I'm having CableCard issues as well. Just got my Bolt last week and installed a new CableCard in it. In the past week, I've had to call Mediacom several times due to the CableCard dropping it's pairing. Sometimes, rebooting the Tivo will get it going again, other times just leaving it alone and the TV will start working. Very frustrating. One morning, it came up showing an HDMI handshake error with the TV. Turning the TV off and on again got that cured, even though the TV was off to begin with. And to top it off, none of the apps work (i.e. Netflix, Amazon, etc). Tivo support claims the app issue is "known" and a fix would eventually come out. I'm tempted to just return this thing because nothing it working on it.


----------



## InVision (Jan 26, 2003)

I had the V53 & V58 errors before. Both were solve by unpairing and pairing the cable card and the TiVo Bolt +. Not sure if that helps but I was about to give up before I tried that.

M


----------



## max42 (Nov 15, 2016)

I received my replacement Bolt+. I called Metrocast and asked them to deactivate the card in my premier. They were unable to deactivate the card but they did deauthorize by removing the host and data id. I installed the cable card from my premier into the Bolt+ and they authorized the card with the new host and data id and sent new codes. They sent multiple codes about 45sec apart and it all worked perfectly.
So not sure if it was a Bolt+ issue or the deauthorization, or properly sending the codes but it all works now.


----------



## ksalwitz (Oct 24, 2004)

I just ordered my first Bolt yesterday to replace one of my aging TiVo HD's (power supply went on one of them this morning). Has anyone had experience with COX and the Bolt with CC's? When I got my first cable card there were serious problems with COX (Arizona) and TiVo and the cable cards. They had a team in Phoenix made up of folks from all three companies working to resolve the problem. I haven't had any issues since, but since this is a new box.....


----------



## InVision (Jan 26, 2003)

i have cox. call and have someone remotely to unpair and re-pair is the only way i have gotten to any to work...


----------



## ksalwitz (Oct 24, 2004)

Thanks. I think I'm going to keep both of my HD's (i have one tv in need of a TiVo and I can get rid of another COX HD box  ) and get a new card at the store. I'll post any additional info as I get it. I'll need another SDV box so let's see how this goes. 
-- Ken


----------



## rick123 (Dec 9, 2004)

So I am having a similar issue. Took a CC out of a working Premiere, put it into a new (refurbished) Bolt. Called Comcast CC Support (they are really good now vs years ago), they deactivated from the Premiere, paired it to the Bolt successfully. Result: No channels, V52 (bad signal) code all channels. After a total of three calls, got a truck roll. Tech checked signal from coax (we actually ran a coax from the incoming pole connection directly into the Bolt) which was strong. When the tech and Comcast phone support were out of ideas, I called tivo tech support while the tech was still there. Tivo tech support told me it was not a tivo hardware issue and actually said she would not take it back (just purchased during the "whiteout" sale over weekend...). She said here own personal Bolt took 7 different CCs before one finally worked. Now I can't believe they won't take it back, but can't believe she said that either!

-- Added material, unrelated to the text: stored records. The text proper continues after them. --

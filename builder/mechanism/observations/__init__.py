"""Measured rates and product shares that the mechanism model is calibrated on, and the anchors it is judged by."""
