KINDS_NOT_SHOWN = {
    "carbanion, nitrile": "goes as the 1,3-dicarbonyl carbanion does, which is shown",
    "cyclopentadienide": "the products change into one another and dimerise within hours",
    "selenolate": "toxic stench; thiolates show the same",
    "selenide": "toxic stench; sulfides show the same",
    "hydrosulfide": "lethal gas with any acid; thiourea and thioacetate make the thiol without it",
    "hydrogen sulfide": "lethal gas; thiourea and thioacetate make the thiol without it",
    "hydroperoxide": "alkyl peroxides explode",
    "hydrogen peroxide": "alkyl peroxides explode",
    "nitrate": "alkyl nitrates explode",
    "hydroxylamine anion": "goes as the oximate does, which is shown",
    "silanolate": "attacks carbonyl carbon and silicon in practice",
    "silanol": "attacks carbonyl carbon and silicon in practice",
    "cyanamide anion": "goes as the sulfonamide anion does, which is shown",
    "cyanate": "the isocyanate reacts on with whatever is there",
    "phosphite anion": "gives the phosphonate of the phosphite, which is shown",
    "sulfonate": "makes an alkylating agent of another one; the alcohol is the way to it",
    "enamine": "makes the bond of the enolate, which is shown",
    "ketone": "a neighbouring group too weak for a preparation",
    "ether": "a neighbouring group too weak for a preparation",
}

NEIGHBOURS = {
    "ester carbonyl": "NSGNYFAZQ",
    "amide": "NSWM9V6ZH",
    "arene": "NSSVE68C1",
    "alkene": "NSDW3KPCC",
    "organohalide": "NS0QZ38CC",
    "sulfide": "NS91A59ZT",
    "amine, tertiary": "NSWMKVE5F",
    "alcohol": "NSDYV4NVS",
    "carboxylic acid": "NSRYM0SAE",
}
"""A kind of neighbouring group, and the entry in which it helps."""


STRONG_BASES = {"organometallic", "metal amide"}
"""Kinds of base that take the proton of a weak carbon acid as well."""


def _kinds_charged(entry: Entry[Case]) -> set[str]:
    """Return the kinds of nucleophile and base as charged and, of an acid beside a base, as the base leaves it.

    Solvents count where the record names the solvent as nucleophile.
    """
    record, structures = entry.record, entry.kept.structures
    nucleophiles = [structures["nucleophile", place] for place in range(len(record.nucleophiles))]
    if record.nucleophile is NucleophileWord.SOLVENT:
        rows = (find_solvent(solvent.name) for solvent in record.solvents)
        nucleophiles = [parse_smiles(row.smiles) for row in rows if row is not None]
    bases = {kind for place in range(len(record.bases)) for kind in _kinds(structures["base", place])[:1]}
    depth = None if bases & STRONG_BASES else 1
    acids = {kind for species in nucleophiles for kind in _kinds(species)[:depth] if bases and load_kinds()[kind].anion}
    anions = {str(load_kinds()[kind].anion) for kind in acids}
    return {kind for species in nucleophiles for kind in _kinds(species)[:1]} | bases | acids | anions


def _kinds(species: Structure) -> list[str]:
    return [nucleophile.kind for nucleophile in attacking_atoms(species)]


@cache
def _shown() -> dict[str, frozenset[str]]:
    entries = _book().entries
    return {
        "class": frozenset(name for entry in entries for name in entry.record.substrate.classes),
        "leaving group": frozenset(entry.record.substrate.leaving_group for entry in entries),
        "kind": frozenset(kind for entry in entries for kind in _kinds_charged(entry)) | NEIGHBOURS.keys(),
    }


@pytest.mark.parametrize(
    ("what", "named", "not_shown"),
    [
        ("class", site_class_names(), CLASSES_NOT_SHOWN),
        ("leaving group", leaving_group_names(), LEAVING_GROUPS_NOT_SHOWN),
        ("kind", tuple(row.kind for row in load_attack_patterns()), KINDS_NOT_SHOWN),
    ],
)
def test_every_row_of_the_tables_has_an_entry_or_a_reason(
    what: str, named: tuple[str, ...], not_shown: dict[str, str]
) -> None:
    assert sorted(set(named) - _shown()[what] - not_shown.keys()) == []
    assert sorted(not_shown.keys() & _shown()[what]) == [], "shown after all: drop the reason"
    assert sorted(not_shown.keys() - set(named)) == [], "no such row"


def test_it_spans_mechanisms_and_results() -> None:
    outcomes = [entry.record.outcome for entry in _book().entries]
    assert {outcome.claim.mechanism for outcome in outcomes if outcome.claim} == set(Mechanism)
    assert {result for outcome in outcomes for result in outcome.result} == set(Result) - {Result.DECOMPOSITION}


# --- the cases a reader looks for ---------------------------------------------------------------------------------


@pytest.mark.parametrize(("kind", "id_"), NEIGHBOURS.items())
def test_a_neighbouring_group_is_shown_at_work(kind: str, id_: str) -> None:
    entry = _book().by_id[id_]
    assert entry.record.outcome.claim is not None
    assert entry.record.outcome.claim.mechanism is Mechanism.NGP
    assert kind in {neighbour.kind for neighbour in neighbouring_groups(entry.kept.substrate)}


@pytest.mark.parametrize("kind", ["nitrite", "phenoxide", "thiocyanate", "sulfinate", "azolide", "pyridone"])
def test_an_ambident_nucleophile_is_shown_with_both_products(kind: str) -> None:
    entries = [entry for entry in _book().entries if kind in _kinds_charged(entry)]
    assert any(_has_isomers(entry) for entry in entries)


def _has_isomers(entry: Entry[Case]) -> bool:
    formulas = [product.formula for product in _products(entry)]
    return len(set(formulas)) < len(formulas)


@pytest.mark.parametrize("kind", ["water", "alcohol", "carboxylic acid", "nitrile", "sulfoxide"])
def test_a_solvent_is_shown_as_nucleophile(kind: str) -> None:
    solvolyses = [entry for entry in _book().entries if entry.record.nucleophile is NucleophileWord.SOLVENT]
    assert any(kind in _kinds_charged(entry) for entry in solvolyses)


def test_solvolysis_rates_are_there() -> None:
    outcomes = [e.record.outcome for e in _book().entries if e.record.nucleophile is NucleophileWord.SOLVENT]
    assert sum(outcome.rate_constant is not None and outcome.time_course is not None for outcome in outcomes) >= 2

So I just paired up my third CC with no luck. This doesn't seem right. It's 45 min round trip to the Comcast office. Any ideas or do I really just have to keep trying cards till one works?


----------



## thyname (Dec 27, 2010)

rick123 said:


> So I am having a similar issue. Took a CC out of a working Premiere, put it into a new (refurbished) Bolt. Called Comcast CC Support (they are really good now vs years ago), they deactivated from the Premiere, paired it to the Bolt successfully. Result: No channels, V52 (bad signal) code all channels. After a total of three calls, got a truck roll. Tech checked signal from coax (we actually ran a coax from the incoming pole connection directly into the Bolt) which was strong. When the tech and Comcast phone support were out of ideas, I called tivo tech support while the tech was still there. Tivo tech support told me it was not a tivo hardware issue and actually said she would not take it back (just purchased during the "whiteout" sale over weekend...). She said here own personal Bolt took 7 different CCs before one finally worked. Now I can't believe they won't take it back, but can't believe she said that either!
> 
> So I just paired up my third CC with no luck. This doesn't seem right. It's 45 min round trip to the Comcast office. Any ideas or do I really just have to keep trying cards till one works?


You either have an issue with CableCard successful pairing. Or SNRs.

See below for both:

https://support.tivo.com/articles/T...ooting-Roamio-Series-and-Premiere-Series-DVRs

https://support.tivo.com/articles/T...oamio-Series-Premiere-Series-and-Series3-DVRs

Check the values on the CableCard menus first. Do they match the article what they should say?


----------



## rick123 (Dec 9, 2004)

I have a Cisco card so unfortunately the first link is no help (I did go to look at the Cisco CA pages but not the same...).

The signal strength meter shows zero signal strength on all channels and as I said the tech said I have a strong signal in the coax cable. Strangely, by accident I found that the Comcast help and support channel came in on the first CC install and the strength measured at 47-50%. It did not ever come in with the second card. On this third card if I leave that channel on it will come in occasionally with lots of pixelation. This is the only channel that ive seen during these attempts, maybe it is broadcast differently...

Thanks for your reply!


----------



## thyname (Dec 27, 2010)

rick123 said:


> I have a Cisco card so unfortunately the first link is no help (I did go to look at the Cisco CA pages but not the same...).
> 
> The signal strength meter shows zero signal strength on all channels and as I said the tech said I have a strong signal in the coax cable. Strangely, by accident I found that the Comcast help and support channel came in on the first CC install and the strength measured at 47-50%. It did not ever come in with the second card. On this third card if I leave that channel on it will come in occasionally with lots of pixelation. This is the only channel that ive seen during these attempts, maybe it is broadcast differently...
> 
> Thanks for your reply!


Did you look at this page for Cisco CableCard?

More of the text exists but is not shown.